Please please please do NOT repaint it. All original decals in place, classic P-23 red. Gotta leave it. Wax and buff it out and it'll look great...plus you won't be afraid to ride it.

Smart play on the M2000 pick up as a parts bike, it'll get you really close on correctness of parts. If the serial number is #170 like it looks, technically your frame will predate Ritchey Logic parts save Prolite handlebars. But if you're not looking to split hairs, your parts bike is perfect for getting the bike back on the trail and looking right.

Very nice of your friend to hook you up. Thats going to be a rad project!

We're all looking forward to the end result I'm sure.


----------



## Guest (Aug 15, 2012)

One think you can't buy is patina, keep as is.


----------



## shanesbw (Aug 6, 2008)

Rumpfy said:


> Please please please do NOT repaint it. All original decals in place, classic P-23 red. Gotta leave it. Wax and buff it out and it'll look great...plus you won't be afraid to ride it.
> 
> Smart play on the M2000 pick up as a parts bike, it'll get you really close on correctness of parts. If the serial number is #170 like it looks, technically your frame will predate Ritchey Logic parts save Prolite handlebars. But if you're not looking to split hairs, your parts bike is perfect for getting the bike back on the trail and looking right.
> 
> ...


Frame number is actually #470 so I presume 1990?
I agree on keeping it original as once molested it would never be original again 
Thanks for the input guys and the build will progress as time permits 

Sure am fortunate to have a mate give me this frame and to "Francois" a HUGE thank you :thumbsup:

We did ride together when this was built as a singlespeed many years ago. He bought the frame and parts whilst touring the USA and when he returned with the Ritchey we were all very jealous.


----------



## trailville (Jul 24, 2006)

I'm ok with you clamping the frame as long as your careful, but shouldn't your headset wrenches be over by the other cone wrenches?


----------



## jettore (Apr 12, 2011)

Keep the paint. Maybe treat the rust with oxalic acid and frame saver. Then scratch x and car wax. Should come up nice.


----------



## Rumpfy (Dec 21, 2003)

shanesbw said:


> Frame number is actually #470 so I presume 1990?
> I agree on keeping it original as once molested it would never be original again
> Thanks for the input guys and the build will progress as time permits


Ah. I had frame #444 for a while and best I can tell its a 1990. Mine was also in similar condition. Once its cleaned up and parts hung...they look great.


----------



## colker1 (Jan 6, 2004)

Classic! Patina makes it look classier.


----------



## Vlad (Feb 7, 2004)

Rumpfy, your bike looks great.


----------



## shanesbw (Aug 6, 2008)

trailville said:


> I'm ok with you clamping the frame as long as your careful, but shouldn't your headset wrenches be over by the other cone wrenches?
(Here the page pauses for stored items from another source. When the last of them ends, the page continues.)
"""Tests for planner.plan.cautions: standard cautions and per-site warning helpers."""

from __future__ import annotations

from planner.plan.cautions import (
    DEFER_INSTRUCTION,
    STANDARD_CAUTIONS,
    cold_charge_warning,
    derived_site_warnings,
    heavy_pack_warning,
    hot_battery_warning,
    lithium_transport_warning,
)


def test_standard_cautions_cover_the_usual_hazards():
    # The hazards practitioners name for battery work (../shared/notes/sizing-economics.md §7.1;
    # README, safety): hydrogen from lead-acid, Li-ion thermal runaway, no cold charging,
    # lithium transport (UN 38.3), heavy lifting, DC arc.
    text = " ".join(f"{c.topic} {c.text} {c.defer_to}" for c in STANDARD_CAUTIONS).lower()
    for needle in ("hydrogen", "thermal runaway", "0 °c", "un 38.3", "lift", "arc"):
        assert needle in text, needle
    # Each caution names what it defers to.
    assert all(c.defer_to.strip() for c in STANDARD_CAUTIONS)


def test_defer_instruction_names_codes_and_licensed_practice():
    # README, safety: defer to local codes, standards (e.g. NFPA 855, IEC 62485-2, IEC 62619),
    # licensed practice.
    for needle in ("local codes", "NFPA 855", "IEC 62485-2", "IEC 62619", "licensed practice"):
        assert needle in DEFER_INSTRUCTION


def test_cold_charge_warning_lithium_ion_below_zero():
    # Graphite-anode Li-ion must not be charged below about 0 °C (common practice; cell datasheets).
    assert "blocked" in cold_charge_warning("S1", "lfp", -5.0)
    assert cold_charge_warning("S1", "nmc", 0.5) is None
    assert cold_charge_warning("S1", "lfp", -5.0, heated=True) is None
    # Lead-acid and LTO (titanate anode, no plating at 0 °C; common practice) are not flagged.
    assert cold_charge_warning("S1", "vrla", -30.0) is None
    assert cold_charge_warning("S1", "lto", -20.0) is None


def test_heavy_pack_warning_at_niosh_load_constant():
    # Revised NIOSH lifting equation load constant LC = 23 kg (Waters et al. 1993,
    # Ergonomics 36(7) 749-776; from memory).
    assert heavy_pack_warning("S1", 23.0) is None
    assert "23 kg" in heavy_pack_warning("S1", 23.5)
    assert heavy_pack_warning("S1", None) is None


def test_hot_battery_warning_above_typical_limit():
    # Typical 45 °C maximum charge temperature of Li-ion cells (common practice).
    assert hot_battery_warning("S1", "lfp", 44.9) is None
    assert "52.0 °C" in hot_battery_warning("S1", "lfp", 52.0)


def test_lithium_transport_warning_only_for_lithium():
    # UN 38.3 applies to lithium cells and batteries (UN Manual of Tests and Criteria §38.3).
    assert lithium_transport_warning("North", 3, 7, ["vrla"]) is None
    assert "UN 38.3" in lithium_transport_warning("North", 3, 7, ["vrla", "lisocl2"])


def test_derived_site_warnings_tolerant_and_deduplicated():
    assert derived_site_warnings({}) == []
    site = {"id": "S9", "chemistry": "lfp", "pack_mass_kg": 40.0,
            "temperature": {"battery_p1_c": -12.0, "battery_p99_c": 30.0},
            "warnings": ["model warning", "model warning"]}
    out = derived_site_warnings(site)
    assert out[0] == "model warning" and out.count("model warning") == 1
    assert any("blocked" in w for w in out) and any("NIOSH" in w for w in out)
    assert len(out) == 3


def test_model_warnings_are_not_repeated_in_other_words():
    # The energy stage reports blocked charging itself; the report must not add a second
    # cold-charging line, nor a second heat line when the models already gave one.
    site = {"id": "S1", "chemistry": "nmc", "charge_blocked_hours_per_year": 569.0,
            "temperature": {"battery_p1_c": -12.0, "battery_p99_c": 50.0},
            "warnings": ["charging blocked by cold for 569 h a year (below 0 °C)",
                         "battery above 45 °C for 761 h of a typical year"]}
    assert derived_site_warnings(site) == site["warnings"]
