"""Sheets about each site: Sites (every fact per site), Capacity fade (charts of the most
expensive sites), Fade by year (every site's state of health year by year) and Climate."""

from __future__ import annotations

from collections.abc import Mapping

import numpy as np
from openpyxl.chart import Reference
from openpyxl.utils import get_column_letter

from planner.plan.numbers import finite_number
from planner.report import charts, styles
from planner.report.cells import cell_value, put, write_rows
from planner.report.tables import (
    CHART_COLS,
    CHART_ROWS,
    MONTH_ABBR,
    Column,
    as_float_array,
    chart_page_breaks,
    dig,
    field_of,
    kwh_text,
    long_table_print_area,
    month_text,
    plan_sites,
    seq,
    title,
    write_table,
)
from planner.report.wording import chemistry_name

#: How many sites get a capacity-fade chart (the most expensive ones).
FADE_CHART_SITES = 16  # two printed pages of eight
#: Largest fleet whose Fade by year table also lists every alternative design year by year.
FADE_TABLE_ALTERNATIVES_MAX_SITES = 200
#: How many representative sites get a climate chart.
CLIMATE_CHART_SITES = 4


# ---------------------------------------------------------------- Sites
def _charge_voltage(key):
    """A charge-voltage getter that leaves primary (not rechargeable) cells blank."""
    def get(site):
        if site.get("chemistry") == "lisocl2" or site.get("rechargeable") is False:
            return None
        return site.get(key)
    return get


def _packs_over_horizon(site, names) -> str | None:
    """Every new pack of the plan, in order: '2027: Lithium iron phosphate 1.2 kWh; 2047: ...'."""
    packs = [r for r in seq(site.get("replacements")) if isinstance(r, Mapping)]
    if not packs:
        return None
    return "; ".join(f"year {r.get('year')}: {chemistry_name(r.get('chemistry'), names)} "
                     f"{kwh_text(r.get('capacity_wh'))}".rstrip() for r in packs)
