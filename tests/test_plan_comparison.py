"""Chemistry comparison rows: cost groups add up, the site that drives a difference is
named with its days off air, and sites another chemistry keeps are listed."""

import pytest

from planner.optimize import Candidate, FleetProblem, SiteOptions, compare_chemistries, solve_fleet
from planner.plan.comparison import comparison_rows
from planner.report.wording import coverage_text, drivers_text

ALL_MONTHS = tuple(range(1, 13))


def cand(design, chem, pack, downtime=0.0, life=10.0):
    return Candidate(design, chem, 1.0, 3.4, 1000.0, 10.0, pack, 200.0, 20.0, life, None, "calendar",
                     downtime_cost=downtime)


def _problem():
    # Invented demo numbers: site B loses days off air with lfp (cold charging), site C
    # has no lfp design at all.
    sites = [SiteOptions("A", "R", ALL_MONTHS, [cand("a-lfp", "lfp", 1000.0), cand("a-lto", "lto", 1500.0)]),
             SiteOptions("B", "R", ALL_MONTHS, [cand("b-lfp", "lfp", 1000.0, downtime=50000.0),
                                                cand("b-lto", "lto", 1500.0)]),
             SiteOptions("C", "R", ALL_MONTHS, [cand("c-pri", "lisocl2", 800.0, life=12.0)])]
    return FleetProblem(sites, 10, 0.03, {"R": 2000.0}, gap_rel_frac=1e-9)


def test_rows_split_name_the_driver_and_keep_the_solver_status():
    problem = _problem()
    plan = solve_fleet(problem)
    rows = {r["chemistry"]: r for r in comparison_rows(plan, compare_chemistries(problem, ["lfp", "lto"]))}
    lfp = rows["lfp"]
    # bookkeeping identity: the four groups add up to the fleet total
    assert (lfp["equipment"] + lfp["trips_and_labour"] + lfp["downtime"] + lfp["failure_risk"]
            == pytest.approx(lfp["total_with_others_present_cost"]))
    # the 50,000 of days off air at B (paid once, 10-year pack, 10-year horizon: no credit)
    assert lfp["downtime"] == pytest.approx(50000.0)
    assert [d["id"] for d in lfp["driving_sites"]] == ["B"]
    assert lfp["driving_sites"][0]["downtime_difference"] == pytest.approx(50000.0)
    assert lfp["status"] == "infeasible" and lfp["sites_unserved"] == ["C"]
    assert lfp["kept_by_other"] == {"C": "lisocl2"}
    assert coverage_text(lfp, 3) == "serves 2 of 3 sites; C keeps lisocl2"
    assert drivers_text(lfp, "EUR").startswith("B: +")
    assert "of which days off air +50,000 EUR" in drivers_text(lfp, "EUR")
    assert rows["lto"]["downtime"] == 0.0
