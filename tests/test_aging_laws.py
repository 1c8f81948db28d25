"""Published calendar and cycle laws (planner.aging.calendar, planner.aging.cycle).

Check values are computed from each paper's equation and parameters at the paper's
conditions, as tabulated in the research note aging-models.md §0 (computed there
independently), or are facts of the trade.
"""

import math

import numpy as np
import pytest

from planner.aging import calendar as cal
from planner.aging import cycle as cyc
from planner.chemistry import get_chemistry

NMC = get_chemistry("nmc").aging_set("schmalstieg")
LFP_NAUMANN = get_chemistry("lfp").aging_set("naumann")
YEAR_S = 365 * 86400.0


def test_schmalstieg_calendar_at_paper_conditions():
    # Schmalstieg et al. 2014, alpha_cap equation: 4.1 V, 25 °C -> alpha = 4.95e-4 d^-0.75;
    # C_rel after 365 d = 0.959 (research note §0, computed from the equation).
    alpha = cal.schmalstieg2014_alpha_cap(4.1, 25.0, **NMC.calendar)
    assert float(alpha) == pytest.approx(4.95e-4, rel=5e-3)
    c_rel = 1.0 - cal.schmalstieg2014_calendar_loss(4.1, 25.0, 365.0, **NMC.calendar)
    assert float(c_rel) == pytest.approx(0.959, abs=1e-3)
    # 3.6 V, 25 °C -> 0.980; 4.1 V, 35 °C -> 0.912 (research note §0).
    assert 1.0 - float(cal.schmalstieg2014_calendar_loss(3.6, 25.0, 365.0, **NMC.calendar)) == \
        pytest.approx(0.980, abs=1e-3)
    assert 1.0 - float(cal.schmalstieg2014_calendar_loss(4.1, 35.0, 365.0, **NMC.calendar)) == \
        pytest.approx(0.912, abs=1e-3)
    # Activation energy of the capacity term: 6976 K x R = 58.0 kJ/mol (Schmalstieg 2014).
    assert NMC.calendar["temp_coefficient_k"] * cal.R_GAS_J_MOL_K == pytest.approx(58.0e3, rel=2e-3)


def test_naumann2018_calendar_at_paper_conditions():
    # Naumann et al. 2018 capacity model (parameters from memory): 25 °C, 1 year:
    # SOC 0.5 -> 4.25 %, SOC 1.0 -> 6.78 % (research note §0, computed from the equation).
    loss_half = cal.naumann2018_calendar_loss(25.0, 0.5, YEAR_S, **LFP_NAUMANN.calendar)
    loss_full = cal.naumann2018_calendar_loss(25.0, 1.0, YEAR_S, **LFP_NAUMANN.calendar)
    assert float(loss_half) == pytest.approx(0.0425, abs=5e-4)
    assert float(loss_full) == pytest.approx(0.0678, abs=5e-4)


def test_halving_rule_worked_examples():
    # common practice, worked example of the 8 °C rule (research note §4.1): 10 years at 25 °C ->
    # 5 years at 33 °C, 30 months at 41 °C
    # with 8 K halving (common practice).
    life = cal.arrhenius_halving_life_years(np.array([25.0, 33.0, 41.0]), life_years_ref=10.0,
                                            temp_ref_c=25.0, halving_step_k=8.0)
    np.testing.assert_allclose(life, [10.0, 5.0, 2.5], rtol=1e-12)
    # 10 K rule: 7.07 years at 30 °C (research note §0, vendor tables).
    assert float(cal.arrhenius_halving_life_years(30.0, life_years_ref=10.0, temp_ref_c=25.0,
                                                  halving_step_k=10.0)) == pytest.approx(7.07, abs=0.01)
    # Below the reference the life is not extended (stationary practice caps it).
    assert float(cal.arrhenius_halving_life_years(5.0, life_years_ref=10.0, temp_ref_c=25.0,
                                                  halving_step_k=8.3)) == 10.0


def test_arrhenius_factor_matches_halving_equivalent():
    # Research note §4.1: halving per 10 K near 298 K corresponds to Ea = R T^2 ln2 / dT ~ 51 kJ/mol.
    ea = cal.R_GAS_J_MOL_K * 298.15 ** 2 * math.log(2.0) / 10.0
    assert ea == pytest.approx(51.0e3, rel=0.02)
    assert float(cal.arrhenius_factor(35.0, ea, 25.0)) == pytest.approx(2.0, rel=0.04)
    assert float(cal.arrhenius_factor(25.0, ea, 25.0)) == 1.0


def test_primary_cell_remaining_fraction():
    # Vendor statements: Li-SOCl2 self-discharge about 1 %/yr at room temperature.
    p = get_chemistry("lisocl2").aging.calendar
    assert float(cal.primary_remaining_fraction(8760.0, 0.0, 20.0, **p)) == pytest.approx(0.99)
    # Definition: remaining = 1 - load charge - self-discharge; a C/10,000 load for a year
    # draws 0.876 of the capacity (arithmetic).
    assert float(cal.primary_remaining_fraction(8760.0, 1e-4, 20.0, **p)) == pytest.approx(
        1.0 - 0.876 - 0.01)



@pytest.mark.parametrize("temp_c, low, high", [
    (20.0, 0.009, 0.011),   # vendor statements: about 1 %/yr at room temperature (read)
    (55.0, 0.015, 0.05),    # vendor figures at 55-70 °C: a few %/yr (from memory)
    (70.0, 0.015, 0.05),
])
def test_primary_self_discharge_at_heat_stays_a_few_percent(temp_c, low, high):
    # A doubling per 10 K would give 2^5 = 32 %/yr at 70 °C, far above what bobbin cells
    # lose there; the sourced curve keeps it at a few %/yr, rising with heat.
    p = get_chemistry("lisocl2").aging.calendar
    lost = 1.0 - float(cal.primary_remaining_fraction(8760.0, 0.0, temp_c, **p))
    assert low <= lost <= high
    assert lost > 1.0 - float(cal.primary_remaining_fraction(8760.0, 0.0, temp_c - 10.0, **p))


def test_wang2011_cycle_law_at_paper_conditions():
    # Wang et al. 2011 Eq. 5 with B = 31630 at C/2 (B table from memory): research note §0:
    # 25 °C, 1000 Ah -> 4.25 %; 45 °C -> 9.46 %; 20 % loss after 16,690 Ah.
    assert float(cyc.wang2011_cycle_loss_pct(0.5, 25.0, 1000.0)) == pytest.approx(4.25, abs=0.02)
    assert float(cyc.wang2011_cycle_loss_pct(0.5, 45.0, 1000.0)) == pytest.approx(9.46, abs=0.03)
    assert float(cyc.wang2011_cycle_loss_pct(0.5, 25.0, 16690.0)) == pytest.approx(20.0, abs=0.05)


def test_schmalstieg_cycle_law_at_paper_conditions():
    # Schmalstieg et al. 2014 beta_cap: V = 3.667 V, DOD 1.0 -> beta = 4.841e-3;
    # Q = 1000 Ah -> C_rel = 0.847 (research note §0).
    beta = cyc.schmalstieg2014_beta_cap(3.667, 1.0, **NMC.cycle)
    assert float(beta) == pytest.approx(4.841e-3, rel=1e-3)
    c_rel = 1.0 - cyc.schmalstieg2014_cycle_loss(3.667, 1.0, 1000.0, **NMC.cycle)
    assert float(c_rel) == pytest.approx(0.847, abs=1e-3)


def test_naumann2020_cycle_law_at_paper_conditions():
    # Naumann et al. 2020 (parameters from memory): 1 C, DOC 1.0, 1000 FEC -> 6.83 %
    # (research note §0).
    loss = cyc.naumann2020_cycle_loss(1.0, 1.0, 1000.0, **LFP_NAUMANN.cycle)
    assert float(loss) == pytest.approx(0.0683, abs=2e-4)


def test_woehler_and_miner():
    p = get_chemistry("vrla").aging.cycle
    n = cyc.woehler_cycles_to_failure(np.array([1.0, 0.5, 0.3]), **p)
    # from memory, AGM datasheets: 250-400 cycles at 100 % DOD, 500-700 at 50 %, 1200-1500 at 30 %.
    assert 250 <= n[0] <= 400 and 500 <= n[1] <= 700 and 1200 <= n[2] <= 1500
    # Miner 1945: damage is the sum of cycle fractions; N cycles at one depth give D = 1.
    assert cyc.palmgren_miner_damage([n[1]], [n[1]]) == pytest.approx(1.0)
    assert cyc.palmgren_miner_damage([100, 200], [400, 800]) == pytest.approx(0.5)


def test_charge_voltage_rule():
    # common practice: each 0.1 V per cell below 4.20 V roughly doubles cycle life.
    factors = cyc.charge_voltage_life_factor(np.array([4.2, 4.1, 4.0, 4.3]), 4.2, 0.1)
    np.testing.assert_allclose(factors, [1.0, 2.0, 4.0, 0.5])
Haha funny bugger aye  Very rarely use the headset spanners nowadays with most of my bikes being ahead systems, although of course that has now changed with the Ritchey and a Giant Escaper recently added to my collection 

I recently re-set my tool board after purchasing a few more things. Surprising how many tools you collect after 20yrs working on bikes :thumbsup:


----------



## shanesbw (Aug 6, 2008)

Rumpfy said:


> Ah. I had frame #444 for a while and best I can tell its a 1990. Mine was also in similar condition. Once its cleaned up and parts hung...they look great.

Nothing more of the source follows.